**Required work:** Search the records below for the word "return". Pull out each line that has it.

★ ★ ★ ★ ★ ★ ★

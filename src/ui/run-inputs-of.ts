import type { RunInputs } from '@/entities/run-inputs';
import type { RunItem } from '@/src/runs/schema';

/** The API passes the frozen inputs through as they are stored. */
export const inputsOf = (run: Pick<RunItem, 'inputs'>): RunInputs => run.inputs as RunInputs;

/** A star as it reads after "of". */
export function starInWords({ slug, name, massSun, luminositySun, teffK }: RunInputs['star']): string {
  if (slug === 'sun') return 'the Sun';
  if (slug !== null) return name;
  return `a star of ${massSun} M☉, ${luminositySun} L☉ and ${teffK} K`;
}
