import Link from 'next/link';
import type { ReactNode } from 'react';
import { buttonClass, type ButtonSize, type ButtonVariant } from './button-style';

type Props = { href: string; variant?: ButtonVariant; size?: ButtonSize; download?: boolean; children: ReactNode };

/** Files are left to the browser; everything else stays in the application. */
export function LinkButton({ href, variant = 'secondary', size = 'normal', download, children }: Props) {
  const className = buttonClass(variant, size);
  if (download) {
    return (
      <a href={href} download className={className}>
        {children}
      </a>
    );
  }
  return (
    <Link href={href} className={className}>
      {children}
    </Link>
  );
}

★ ★ ★ ★ ★ ★ ★

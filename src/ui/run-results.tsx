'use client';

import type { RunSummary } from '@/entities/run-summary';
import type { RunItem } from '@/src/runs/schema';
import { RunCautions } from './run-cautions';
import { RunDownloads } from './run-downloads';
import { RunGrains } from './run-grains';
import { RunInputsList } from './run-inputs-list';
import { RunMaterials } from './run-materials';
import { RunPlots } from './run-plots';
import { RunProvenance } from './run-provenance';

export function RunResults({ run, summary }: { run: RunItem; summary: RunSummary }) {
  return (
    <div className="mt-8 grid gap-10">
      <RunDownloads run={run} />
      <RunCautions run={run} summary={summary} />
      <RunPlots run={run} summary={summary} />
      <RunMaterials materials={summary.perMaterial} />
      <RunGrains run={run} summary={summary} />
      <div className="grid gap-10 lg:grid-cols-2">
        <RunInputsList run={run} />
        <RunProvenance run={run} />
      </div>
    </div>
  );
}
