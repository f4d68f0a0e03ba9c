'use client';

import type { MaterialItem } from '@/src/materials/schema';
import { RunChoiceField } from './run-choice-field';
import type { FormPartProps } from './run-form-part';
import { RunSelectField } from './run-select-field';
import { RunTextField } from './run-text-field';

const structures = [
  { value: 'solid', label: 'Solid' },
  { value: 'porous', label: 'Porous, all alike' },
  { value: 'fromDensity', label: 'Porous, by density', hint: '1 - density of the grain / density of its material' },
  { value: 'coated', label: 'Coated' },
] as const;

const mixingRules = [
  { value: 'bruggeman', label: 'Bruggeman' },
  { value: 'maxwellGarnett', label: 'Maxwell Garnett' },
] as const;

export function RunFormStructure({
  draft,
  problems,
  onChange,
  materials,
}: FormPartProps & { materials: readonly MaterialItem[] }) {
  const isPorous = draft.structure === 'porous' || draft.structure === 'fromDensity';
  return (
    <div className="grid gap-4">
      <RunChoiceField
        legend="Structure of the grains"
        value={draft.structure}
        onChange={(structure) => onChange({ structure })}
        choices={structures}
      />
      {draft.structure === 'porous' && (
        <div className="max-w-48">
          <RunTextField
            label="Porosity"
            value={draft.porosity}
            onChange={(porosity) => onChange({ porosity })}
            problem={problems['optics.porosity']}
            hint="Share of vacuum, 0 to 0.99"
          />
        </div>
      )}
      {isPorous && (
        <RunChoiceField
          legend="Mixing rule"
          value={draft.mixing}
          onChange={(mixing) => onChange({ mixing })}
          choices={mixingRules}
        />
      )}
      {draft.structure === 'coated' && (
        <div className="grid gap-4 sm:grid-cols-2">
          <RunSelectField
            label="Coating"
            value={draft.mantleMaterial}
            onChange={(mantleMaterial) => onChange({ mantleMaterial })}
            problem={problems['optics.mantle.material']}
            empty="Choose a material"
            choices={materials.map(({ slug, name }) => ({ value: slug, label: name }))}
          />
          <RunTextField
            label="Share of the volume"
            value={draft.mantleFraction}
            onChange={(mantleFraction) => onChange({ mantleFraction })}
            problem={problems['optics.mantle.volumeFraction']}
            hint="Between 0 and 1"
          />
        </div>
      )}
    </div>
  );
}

★ ★ ★ ★ ★ ★ ★

**Solution to the problem:**
  if (slug === 'sun') return 'the Sun';
  if (slug !== null) return name;
  return `a star of ${massSun} M☉, ${luminositySun} L☉ and ${teffK} K`;
    return (
  return (
  return (
  return (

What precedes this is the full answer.